In playing Cheyenne, Sean Penn often extends his lower lip so that he can blow wayward strands of hair off his face, as if trying to puff away the image that has settled over him. As can be the case with faded performers, Cheyenne is unsure he ever deserved big-time recognition in the first place.
Cheyenne is the main character in the odd, sometimes arresting and often wayward movie, This Must Be the Place, and it's no surprise that he's played by Penn, a daring actor who isn't afraid to challenge himself. Penn incorporates the residue of Cheyenne's former excesses -- a typical trio of sex, drugs and rock 'n' roll -- into the character's every breadth, and gives This Must Be the Place its odd centerpiece.
Director Paulo Sorrentino, who co-wrote the screenplay with Umberto Contarello, doesn't seem to be worried about landing on stable turf. He puts the story in motion when Cheyenne visits the U.S. for his estranged father's funeral and then decides to make a road trip to search for the low-level Nazi guard who humiliated his father in Auschwitz.
This journey -- perhaps a way of connecting with the father he hasn't seen in 30 years -- brings Cheyenne into contact with a gruff Nazi hunter (Judd Hirsch), who tries to dissuade him from any mission of revenge. The man who haunted his father's memories hardly rates a tremor on the Nazi Richter scale, says Hirsch's character.
Disregarding such advice, the creatively spent Cheyenne takes to the road, encountering a series of people relevant to his search, including the Nazi's granddaughter (Kerry Condon). These characters turn up like clues scattered across isolated corners of the U.S., giving the movie the flavor of a typical American indie -- only charged with a sense of surrealism. Indie icon Harry Dean Stanton turns up at a restaurant where Cheyenne makes a stop, further establishing the movie's offbeat bona fides.

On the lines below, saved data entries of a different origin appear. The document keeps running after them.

"""Requests per second through the real gunicorn server (2 workers, loopback).

Uses wrk (Debian package `wrk`) when installed, else a bounded Python thread load. Targets
(this 2-core machine, the load generator sharing the cores): a 5-point plate request at 2400
requests/s or more, a 101x101 grid request at 800 or more.

The series solver keeps the model of the 32 most recently asked plate definitions per worker
(`service.solvers.plate.CORES`), so the figures depend on what repeats. Each case says:

- "same plate, new points": every request asks the same plate at 5 fresh random points (the
  spreadsheet pattern: one cell per point, recalculated): the model is reused, the points are
  evaluated afresh;
- "new plate each time": the conductivity is random in every request, so nothing is reused:
  the full cost of a solve;
- "same request": byte-identical requests. Each worker keeps finished answers
  (service/api/answers.py), so after its first solve a worker answers these from the kept
  answer (`meta.reused`);
- "same request, no-cache": byte-identical requests sent with `Cache-Control: no-cache`, so each
  is validated, solved (with the kept model) and dumped afresh;
- "new connections": `Connection: close`, so every request opens and closes a TCP connection
  (as gunicorn's plain sync worker forces); the other cases keep wrk's 16 connections alive
  (the worker's keep-alive, README "Keep-alive").

Each case runs `--rounds` times, each run on a fresh server (so no case inherits another's
kept models or answers), the rounds interleaving the cases so that machine noise hits all of
them alike; the table gives the median, the range and the p99 latency of the median run.

    .venv/bin/python bench/http_throughput.py [--seconds 4] [--rounds 3]
"""

from __future__ import annotations

import argparse
import json
import os
import pathlib
import random
import re
import shutil
import statistics
import subprocess
import sys
import tempfile
import threading
import time
from dataclasses import dataclass

import requests

sys.path.insert(0, str(pathlib.Path(__file__).resolve().parent))
import _server  # noqa: E402

WIDTH, HEIGHT = 0.6, 1.0
PLATE = {
    "width": WIDTH, "height": HEIGHT, "conductivity": 52,
    "edges": {"bottom": {"type": "temperature", "value": 100},
              "left": {"type": "insulated"},
              "right": {"type": "convection", "film_coefficient": 750, "ambient": 0},
              "top": {"type": "flux", "value": -200}},
}
FIVE = [[0.1, 0.1], [0.3, 0.5], [0.5, 0.9], [0.6, 0.2], [0.0, 1.0]]
GRID = {"nx": 101, "ny": 101}


@dataclass(frozen=True)
class Case:
    name: str
    path: str
    body: str | None       # JSON text; "@POINTS@" and "@K@" are replaced per request
    new_points: bool = False
    new_plate: bool = False
    no_cache: bool = False  # send Cache-Control: no-cache (solve afresh, no answer reuse)
    close: bool = False     # send Connection: close (a new connection for every request)
    target: int | None = None  # req/s asked by issue 2 for this request


def _template(extra: dict, points: bool, conductivity: bool) -> str:
    body = {**PLATE, **extra}
    if points:
        body["points"] = "@POINTS@"
    if conductivity:
        body["conductivity"] = "@K@"
    return json.dumps(body).replace('"@POINTS@"', "@POINTS@").replace('"@K@"', "@K@")


FIVE_SAME = _template({"points": FIVE}, points=False, conductivity=False)
GRID_SAME = _template({"grid": GRID}, points=False, conductivity=False)
PLATE_PATH = "/v1/plate"

CASES = [
    Case("plate, 5 points, same plate, new points", PLATE_PATH,
         _template({}, points=True, conductivity=False), new_points=True),
    Case("plate, 5 points, new plate each time", PLATE_PATH,
         _template({"points": FIVE}, points=False, conductivity=True), new_plate=True),
    Case("plate, 5 points, same request", PLATE_PATH, FIVE_SAME, target=2400),
    Case("plate, 5 points, same request, new connections", PLATE_PATH, FIVE_SAME, close=True),
    Case("plate, 5 points, same request, no-cache", PLATE_PATH, FIVE_SAME, no_cache=True),
    Case("plate, 101x101 grid, same request", PLATE_PATH, GRID_SAME, target=800),
    Case("plate, 101x101 grid, same request, no-cache", PLATE_PATH, GRID_SAME, no_cache=True),
    Case("plate, 101x101 grid, new plate each time", PLATE_PATH,
         _template({"grid": GRID}, points=False, conductivity=True), new_plate=True),
    Case("trivial GET /healthz", "/healthz", None),
    Case("trivial GET /healthz, new connections", "/healthz", None, close=True),
]


def _points(rng: random.Random) -> str:
    # millimetre positions, as a drawing gives them (a point a few micrometres from a data
    # edge needs more than the default max_terms and is answered 422 not-converged)
    return json.dumps([[round(rng.uniform(0.0, WIDTH), 3), round(rng.uniform(0.0, HEIGHT), 3)]
                       for _ in range(5)])


def fill(case: Case, rng: random.Random) -> str | None:
    if case.body is None:
        return None
    body = case.body
    if case.new_points:
        body = body.replace("@POINTS@", _points(rng))
    if case.new_plate:
        body = body.replace("@K@", f"{rng.uniform(20.0, 80.0):.9f}")
    return body


_LUA = """
local counter = 0
function setup(thread)
  counter = counter + 1
  thread:set("seed", counter)
end
function init(args)
  math.randomseed(seed * 7919)
end
local template = %s
local path = %s
local headers = {["Content-Type"] = "application/json"}
if %s then headers["Cache-Control"] = "no-cache" end
if %s then headers["Connection"] = "close" end
local function points()
  local out = {}
  for i = 1, 5 do
    out[i] = string.format("[%%.3f,%%.3f]", math.random() * %r, math.random() * %r)
  end
  return "[" .. table.concat(out, ",") .. "]"
end
if not (%s or %s) then
  -- the same request every time: wrk sends a prepared request, so that the load generator,
  -- which shares the 2 cores with the server, costs as little as it can
  wrk.method = template and "POST" or "GET"
  wrk.body = template
  for name, value in pairs(headers) do wrk.headers[name] = value end
  return
end
request = function()
  local body = template
  if %s then body = body:gsub("@POINTS@", points(), 1) end
  if %s then body = body:gsub("@K@", string.format("%%.9f", 20 + 60 * math.random()), 1) end
  return wrk.format("POST", path, headers, body)
end
"""


def with_wrk(base: str, case: Case, seconds: int, connections: int = 16) -> dict:
    with tempfile.NamedTemporaryFile("w", suffix=".lua", delete=False) as script:
        template = "nil" if case.body is None else json.dumps(case.body)
        script.write(_LUA % (template, json.dumps(case.path),
                             str(case.no_cache).lower(), str(case.close).lower(), WIDTH, HEIGHT,
                             str(case.new_points).lower(), str(case.new_plate).lower(),
                             str(case.new_points).lower(), str(case.new_plate).lower()))
    out = subprocess.run(["wrk", "-t2", f"-c{connections}", f"-d{seconds}s", "--latency",
                          "-s", script.name, base + case.path],
                         capture_output=True, text=True, check=True)
    text = out.stdout
    rps = float(re.search(r"Requests/sec:\s+([\d.]+)", text).group(1))
    p50 = re.search(r"50%\s+([\d.]+\w+)", text).group(1)
    p99 = re.search(r"99%\s+([\d.]+\w+)", text).group(1)
    errors = re.search(r"Non-2xx or 3xx responses: (\d+)", text)
    return {"rps": rps, "p50": p50, "p99": p99, "errors": int(errors.group(1)) if errors else 0}


def with_threads(base: str, case: Case, seconds: int, clients: int = 8) -> dict:
    latencies: list[float] = []
    errors = 0
    lock = threading.Lock()
    stop_at = time.monotonic() + seconds

    def worker(seed: int) -> None:
        nonlocal errors
        rng = random.Random(seed)
        session = requests.Session()
        headers = {"Content-Type": "application/json"}
        if case.no_cache:
            headers["Cache-Control"] = "no-cache"
        if case.close:
            headers["Connection"] = "close"
        while time.monotonic() < stop_at:
            body = fill(case, rng)
            t0 = time.perf_counter()
            r = (session.post(base + case.path, data=body, headers=headers, timeout=30)
                 if body is not None else session.get(base + case.path, headers=headers,
                                                    timeout=30))
            with lock:
                latencies.append(time.perf_counter() - t0)
                errors += r.status_code != 200

    threads = [threading.Thread(target=worker, args=(i,)) for i in range(clients)]
    for t in threads:
        t.start()
    for t in threads:
        t.join()
    q = statistics.quantiles(latencies, n=100)
    return {"rps": len(latencies) / seconds, "p50": f"{q[49] * 1e3:.2f}ms",
            "p99": f"{q[98] * 1e3:.2f}ms", "errors": errors}


def check_bodies(base: str) -> None:
    """Every case's body is a valid request (one of each, answered 200)."""
    rng = random.Random(1)
    for case in CASES:
        body = fill(case, rng)
        if body is not None:
            r = requests.post(base + case.path, data=body, timeout=30,
                              headers={"Content-Type": "application/json"})
            r.raise_for_status()


def measure(case: Case, seconds: int, load) -> dict:
    """One run of `case` on a server of its own: started, warmed up for 1 s with the case's own
    requests, measured for `seconds`, stopped. Each case then starts from the same state (no
    plate models or answers kept from other cases, no worker recycled part-way)."""
    proc, base = _server.start(workers=2)
    try:
        load(base, case, 1)
        return load(base, case, seconds)
    finally:
        _server.stop(proc)


def main() -> None:
    parser = argparse.ArgumentParser()
    parser.add_argument("--seconds", type=int, default=4, help="per case and round")
    parser.add_argument("--rounds", type=int, default=3,
                        help="rounds over all cases (a noisy machine: medians and ranges)")
    args = parser.parse_args()
    load = with_wrk if shutil.which("wrk") else with_threads
    proc, base = _server.start(workers=2)
    try:
        check_bodies(base)
    finally:
        _server.stop(proc)
    print(f"load generator: {'wrk' if load is with_wrk else 'python threads'}, "
          f"{args.seconds} s per case in each of {args.rounds} rounds, each run on a fresh "
          f"server after 1 s of warm-up, 16 connections (kept alive unless the case says new "
          f"connections), 2 workers; load average before: {os.getloadavg()[0]:.2f}")
    results: dict[str, list[dict]] = {case.name: [] for case in CASES}
    for _ in range(args.rounds):  # rounds interleave the cases: noise hits all alike
        for case in CASES:
            results[case.name].append(measure(case, args.seconds, load))
    print(f"{'case':<48} {'req/s':>7} {'range':>11} {'p99':>9} {'errors':>6} {'target':>7}")
    for case in CASES:
        runs = results[case.name]
        rates = sorted(r["rps"] for r in runs)
        mid = runs[[r["rps"] for r in runs].index(statistics.median_low(rates))]
        target = f"{case.target}" if case.target else ""
        print(f"{case.name:<48} {statistics.median(rates):>7.0f} "
              f"{f'{rates[0]:.0f}-{rates[-1]:.0f}':>11} {mid['p99']:>9} "
              f"{sum(r['errors'] for r in runs):>6} {target:>7}", flush=True)
    print(f"load average after: {os.getloadavg()[0]:.2f}")


if __name__ == "__main__":
    main()
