"""Plate series solver timings (prints figures; not a test).

Run from the repository root:  python bench/plate_series.py [--quick]

Times `solve_plate` (solver time only, no HTTP or JSON) at the default tolerance for:

* light requests: 5 points, no output grid (a bottom-fixed plate with convective right and top
  edges; and the 5-point request of bench/http_throughput.py), the latter also with a new film
  coefficient on every run so that the eigenvalue cache never hits;
* a one-hot-edge square and a mixed-edges plate with generation on 101 x 101 and 501 x 501 output
  grids (target: at most 5 ms for 101 x 101, both cases).

"solve" is a fresh solve (the worker's kept plate models, `CORES`, emptied first); "kept" is
the same request again with the plate's model kept, as when a caller asks one plate at new
points or grids. Then the stages in the order a fresh solve runs them: building the series
(data, constants), the edge heat flows (their mode tables then serve the evaluations), the grid
summation, and the rest (points, extremes with their samples and refinement, safety). Reports
the minimum and the median of repeated runs and the load average, since the machine is shared:
compare minima.
OPENBLAS_NUM_THREADS is set to 1 (as for the server's workers) unless already set.
"""

from __future__ import annotations

import os

os.environ.setdefault("OPENBLAS_NUM_THREADS", "1")

import argparse  # noqa: E402
import dataclasses  # noqa: E402
import statistics  # noqa: E402
import sys  # noqa: E402
import time  # noqa: E402
from collections.abc import Callable  # noqa: E402

sys.path.insert(0, os.path.dirname(os.path.dirname(os.path.abspath(__file__))))

import numpy as np  # noqa: E402

from service.solvers.plate import CORES, Edge, PlateProblem, PlateSeries, solve_plate  # noqa: E402

LIGHT = PlateProblem(  # a furnace door frame: hot sill, cooled jamb and head
    width=0.6, height=1.0, conductivity=52.0,
    bottom=Edge("temperature", value=100.0), left=Edge("insulated"),
    right=Edge("convection", film_coefficient=750.0, ambient=0.0),
    top=Edge("convection", film_coefficient=20.0, ambient=15.0),
    points=((0.6, 0.2), (0.3, 0.5), (0.1, 0.1), (0.5, 0.9), (0.0, 0.0)))

HTTP_5 = PlateProblem(  # the 5-point request of bench/http_throughput.py
    width=0.6, height=1.0, conductivity=52.0,
    bottom=Edge("temperature", value=100.0), left=Edge("insulated"),
    right=Edge("convection", film_coefficient=750.0, ambient=0.0),
    top=Edge("flux", value=-200.0),
    points=((0.1, 0.1), (0.3, 0.5), (0.5, 0.9), (0.6, 0.2), (0.0, 1.0)))

ONE_HOT = PlateProblem(  # a kiln door lining cross-section, hot face at the bottom
    width=0.4, height=0.4, conductivity=1.2,
    bottom=Edge("temperature", value=400.0), right=Edge("temperature", value=30.0),
    top=Edge("temperature", value=30.0), left=Edge("temperature", value=30.0))

MIXED = PlateProblem(  # an electrically heated bus-bar clamp
    width=0.12, height=0.08, conductivity=40.0, generation=5.0e5,
    bottom=Edge("temperature", profile=((0.0, 60.0), (0.05, 90.0), (0.12, 70.0))),
    right=Edge("convection", film_coefficient=120.0, ambient=25.0),
    top=Edge("flux", value=-1500.0), left=Edge("insulated"))


def timed(fn: Callable[[int], object], repeat: int) -> tuple[float, float]:
    """(minimum, median) wall time in ms; fn gets the run number."""
    fn(-1)  # warm imports and the eigenvalue cache
    times = []
    for i in range(repeat):
        start = time.perf_counter()
        fn(i)
        times.append((time.perf_counter() - start) * 1e3)
    return min(times), statistics.median(times)


def stages(problem: PlateProblem, repeat: int) -> tuple[float, float, float]:
    """Minimum times (ms) of building, building + flows, building + flows + grid."""
    def build(_: int) -> None:
        PlateSeries(problem)

    def flows(_: int) -> None:
        PlateSeries(problem).edge_heat_flows()

    def grid(_: int) -> None:
        model = PlateSeries(problem)
        model.edge_heat_flows()
        if problem.grid is not None:
            model.grid(np.linspace(0.0, problem.width, problem.grid[0]),
                       np.linspace(0.0, problem.height, problem.grid[1]))

    return timed(build, repeat)[0], timed(flows, repeat)[0], timed(grid, repeat)[0]


def bare_one_hot(n: int, terms: int) -> np.ndarray:
    """The one-hot square's field on an n x n grid as one matrix product with a fixed number of
    odd terms (the reference implementation: no per-point truncation, no error bound, no
    flows, no extremes). T = T0 + (T1 - T0) sum_odd 4/(k pi) sin(k pi x/W) R_k(y), with
    R_k = sinh(k pi (H - y)/W) / sinh(k pi H/W) written with decaying exponentials only."""
    w, h = ONE_HOT.width, ONE_HOT.height
    t1, t0 = ONE_HOT.bottom.value, ONE_HOT.top.value
    assert t1 is not None and t0 is not None
    k = np.arange(1, 2 * terms, 2, dtype=float)[:, None]
    x = np.linspace(0.0, w, n)[None, :]
    y = np.linspace(0.0, h, n)[None, :]
    a = k * np.pi / w
    ratio = np.exp(-a * y) * -np.expm1(-2.0 * a * (h - y)) / -np.expm1(-2.0 * a * h)
    sines = (4.0 / (k * np.pi)) * np.sin(a * x)
    return t0 + (t1 - t0) * (ratio.T @ sines)


def reference(repeat: int) -> None:
    """The one-hot 101 x 101 field by the bare matrix product, timed like the solver, with the
    largest difference from the solver's field away from the hot edge's corners."""
    problem = dataclasses.replace(ONE_HOT, grid=(101, 101))
    conv = solve_plate(problem).convergence
    terms = conv.terms or 1
    bare_min = timed(lambda _: bare_one_hot(101, terms), repeat)[0]

    def fresh(_: int) -> None:
        CORES.clear()
        solve_plate(problem)

    solve_min = timed(fresh, repeat)[0]
    kept_min = timed(lambda _: solve_plate(problem), repeat)[0]
    ours = solve_plate(problem).grid_temperature
    assert ours is not None
    bare = bare_one_hot(101, terms)
    inner = (slice(1, None), slice(1, -1))  # rows above the hot edge, columns off the corners
    diff = float(np.max(np.abs(ours[inner] - bare[inner])))
    print(f"reference: one-hot 101x101 as one numpy matrix product of {terms} odd terms "
          f"(no truncation rule, bounds, flows or extremes): {bare_min:.2f} ms; the solver "
          f"{solve_min:.2f} ms fresh ({solve_min / bare_min:.1f}x), {kept_min:.2f} ms with the "
          f"plate kept ({kept_min / bare_min:.1f}x); largest difference off the hot edge "
          f"{diff:.1e} K")


def main() -> None:
    parser = argparse.ArgumentParser()
    parser.add_argument("--quick", action="store_true", help="fewer repeats")
    args = parser.parse_args()
    scale = 0.2 if args.quick else 1.0
    load_before = os.getloadavg()
    print(f"numpy {np.__version__}, OPENBLAS_NUM_THREADS={os.environ.get('OPENBLAS_NUM_THREADS')}"
          f", load average {load_before[0]:.2f} {load_before[1]:.2f} {load_before[2]:.2f}")
    print(f"{'case':<24} {'grid':>8} {'solve min':>10} {'median':>8} {'kept min':>9} "
          f"{'build':>7} {'flows':>7} {'sum':>7} {'rest':>7} {'terms':>6} {'err/atol':>9}")
    films = 750.0 * (1.0 + 1e-3 * np.arange(1, 100_000))
    cases: list[tuple[str, PlateProblem, int, bool]] = [
        ("light, 5 points", LIGHT, 400, False),
        ("http case, 5 points", HTTP_5, 400, False),
        ("http case, new Biot", HTTP_5, 200, True),
    ]
    for name, base in (("one-hot", ONE_HOT), ("mixed+gen", MIXED)):
        for n in (101, 501):
            cases.append((name, dataclasses.replace(base, grid=(n, n)), 40 if n == 101 else 8,
                          False))
    for name, problem, repeat, new_biot in cases:
        repeat = max(3, int(repeat * scale))

        def run(i: int, p: PlateProblem = problem, vary: bool = new_biot) -> None:
            if vary:  # a film coefficient never seen before: eigenvalues computed afresh
                p = dataclasses.replace(p, right=Edge("convection",
                                                      film_coefficient=float(films[i + 1]),
                                                      ambient=0.0))
            CORES.clear()
            solve_plate(p)

        def again(_: int, p: PlateProblem = problem) -> None:
            solve_plate(p)

        solve_min, solve_med = timed(run, repeat)
        kept_min = timed(again, repeat)[0]
        build, with_flows, with_grid = stages(problem, repeat)
        conv = solve_plate(problem).convergence
        grid = "-" if problem.grid is None else f"{problem.grid[0]}x{problem.grid[1]}"
        flows, summed = with_flows - build, with_grid - with_flows
        rest = solve_min - (with_grid if problem.grid is not None else with_flows)
        sum_text = "-" if problem.grid is None else f"{summed:.2f}ms"
        print(f"{name:<24} {grid:>8} {solve_min:>8.2f}ms {solve_med:>6.2f}ms {kept_min:>7.2f}ms "
              f"{build:>5.2f}ms {flows:>5.2f}ms {sum_text:>7} {rest:>5.2f}ms "
              f"{conv.terms:>6} {conv.error_estimate / conv.atol:>9.3f}")
    reference(repeat=max(3, int(40 * scale)))
    load_after = os.getloadavg()
    print(f"load average after: {load_after[0]:.2f} {load_after[1]:.2f} {load_after[2]:.2f}"
          " (2 cores; figures above ~1 mean other work shared the machine)")


if __name__ == "__main__":
    main()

Now and again, Cheyenne calls the wife he has left in Dublin, a down-to-earth woman (Frances McDormand) who works as a firefighter in Dublin, the city where Cheyenne has built the mansion in which he lives a life that seems uneventful to the point of vacancy.
Sorrentino, who demonstrates undeniable visual skill, achieves a sense of weirdness without strain, even making room for a cameo from David Byrne, who plays himself, a still fertile musical talent whose stardom, unlike Cheyenne's, didn't lead to a dead-end.
If This Must Be the Place has a subject, it probably has something to do with the ways in which Cheyenne clings to adolescence, a sad man whose perpetual childhood may spring from futile efforts to win his father's love. Cheyenne has all the money he needs, but his life lacks purpose. Still, he's capable of disarming moments of honesty and insight.
It may not matter precisely what This Must Be The Place has in mind or that Cheyenne's confrontation with an aging Nazi is capped with an image of startling -- if self-conscious -- shame. To be honest, I'm not sure what really matters in a movie that wafts its way through 118, often-bizarre minutes, all the while leaning heavily on Penn's performance.
If you see This Must Be the Place, see it for the strange notes that Sorrentino hits in telling a story that tries to scrape the make-up off Cheyenne and return him to the human race.
Does it?
I'm not sure, but This Must Be the Place stands as one of the year's certifiable cinematic oddities.